__What the task asks__.
Report every line from the material that contains the word "above".

__Records shown__.

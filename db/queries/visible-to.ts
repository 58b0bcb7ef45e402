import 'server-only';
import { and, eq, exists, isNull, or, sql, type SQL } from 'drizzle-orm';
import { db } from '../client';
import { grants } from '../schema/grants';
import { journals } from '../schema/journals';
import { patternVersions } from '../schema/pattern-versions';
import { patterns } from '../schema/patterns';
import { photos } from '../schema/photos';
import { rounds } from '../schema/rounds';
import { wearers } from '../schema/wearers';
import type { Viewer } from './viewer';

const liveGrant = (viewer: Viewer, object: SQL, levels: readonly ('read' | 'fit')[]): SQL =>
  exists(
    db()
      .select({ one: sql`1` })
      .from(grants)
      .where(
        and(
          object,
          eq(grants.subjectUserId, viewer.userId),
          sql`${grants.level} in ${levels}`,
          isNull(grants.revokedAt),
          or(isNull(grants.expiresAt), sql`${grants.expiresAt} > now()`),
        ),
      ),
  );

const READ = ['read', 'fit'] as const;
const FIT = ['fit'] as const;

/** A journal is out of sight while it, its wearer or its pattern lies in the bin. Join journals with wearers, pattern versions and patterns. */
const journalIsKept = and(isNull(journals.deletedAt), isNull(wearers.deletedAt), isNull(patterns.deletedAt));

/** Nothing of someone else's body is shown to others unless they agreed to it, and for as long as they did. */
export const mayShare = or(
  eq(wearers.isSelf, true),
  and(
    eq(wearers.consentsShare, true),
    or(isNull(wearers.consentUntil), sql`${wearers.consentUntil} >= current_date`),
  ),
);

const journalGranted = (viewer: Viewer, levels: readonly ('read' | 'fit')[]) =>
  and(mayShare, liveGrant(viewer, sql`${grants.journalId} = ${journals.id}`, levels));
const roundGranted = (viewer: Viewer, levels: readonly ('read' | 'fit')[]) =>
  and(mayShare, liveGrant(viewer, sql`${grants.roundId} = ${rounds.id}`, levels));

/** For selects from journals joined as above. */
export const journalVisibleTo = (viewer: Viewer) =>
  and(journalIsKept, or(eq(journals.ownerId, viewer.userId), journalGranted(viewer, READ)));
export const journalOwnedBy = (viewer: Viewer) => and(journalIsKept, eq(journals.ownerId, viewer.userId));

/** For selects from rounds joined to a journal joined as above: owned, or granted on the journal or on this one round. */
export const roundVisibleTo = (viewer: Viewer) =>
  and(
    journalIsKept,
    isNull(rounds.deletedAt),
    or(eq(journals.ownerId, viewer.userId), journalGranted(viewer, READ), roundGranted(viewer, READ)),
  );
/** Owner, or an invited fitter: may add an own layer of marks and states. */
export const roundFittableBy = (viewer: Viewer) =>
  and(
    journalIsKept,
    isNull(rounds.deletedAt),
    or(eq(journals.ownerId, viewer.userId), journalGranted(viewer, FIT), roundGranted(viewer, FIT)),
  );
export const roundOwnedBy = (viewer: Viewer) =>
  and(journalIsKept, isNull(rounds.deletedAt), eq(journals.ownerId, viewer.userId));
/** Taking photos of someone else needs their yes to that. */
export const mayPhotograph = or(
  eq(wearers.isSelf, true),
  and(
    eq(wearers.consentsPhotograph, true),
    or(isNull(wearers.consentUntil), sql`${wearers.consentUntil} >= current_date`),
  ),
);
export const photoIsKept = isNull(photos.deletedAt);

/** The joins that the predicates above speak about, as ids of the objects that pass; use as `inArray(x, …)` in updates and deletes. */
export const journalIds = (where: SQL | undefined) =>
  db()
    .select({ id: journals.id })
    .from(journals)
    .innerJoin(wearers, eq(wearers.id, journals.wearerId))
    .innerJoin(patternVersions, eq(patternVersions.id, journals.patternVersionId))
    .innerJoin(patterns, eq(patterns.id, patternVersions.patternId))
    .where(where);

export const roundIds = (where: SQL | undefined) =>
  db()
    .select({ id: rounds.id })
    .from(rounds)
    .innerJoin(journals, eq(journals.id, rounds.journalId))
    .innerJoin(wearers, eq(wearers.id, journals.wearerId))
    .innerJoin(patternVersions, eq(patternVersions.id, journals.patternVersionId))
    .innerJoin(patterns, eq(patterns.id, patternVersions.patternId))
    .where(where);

__Output__.
/** For selects from journals joined as above. */
/** For selects from rounds joined to a journal joined as above: owned, or granted on the journal or on this one round. */
/** The joins that the predicates above speak about, as ids of the objects that pass; use as `inArray(x, …)` in updates and deletes. */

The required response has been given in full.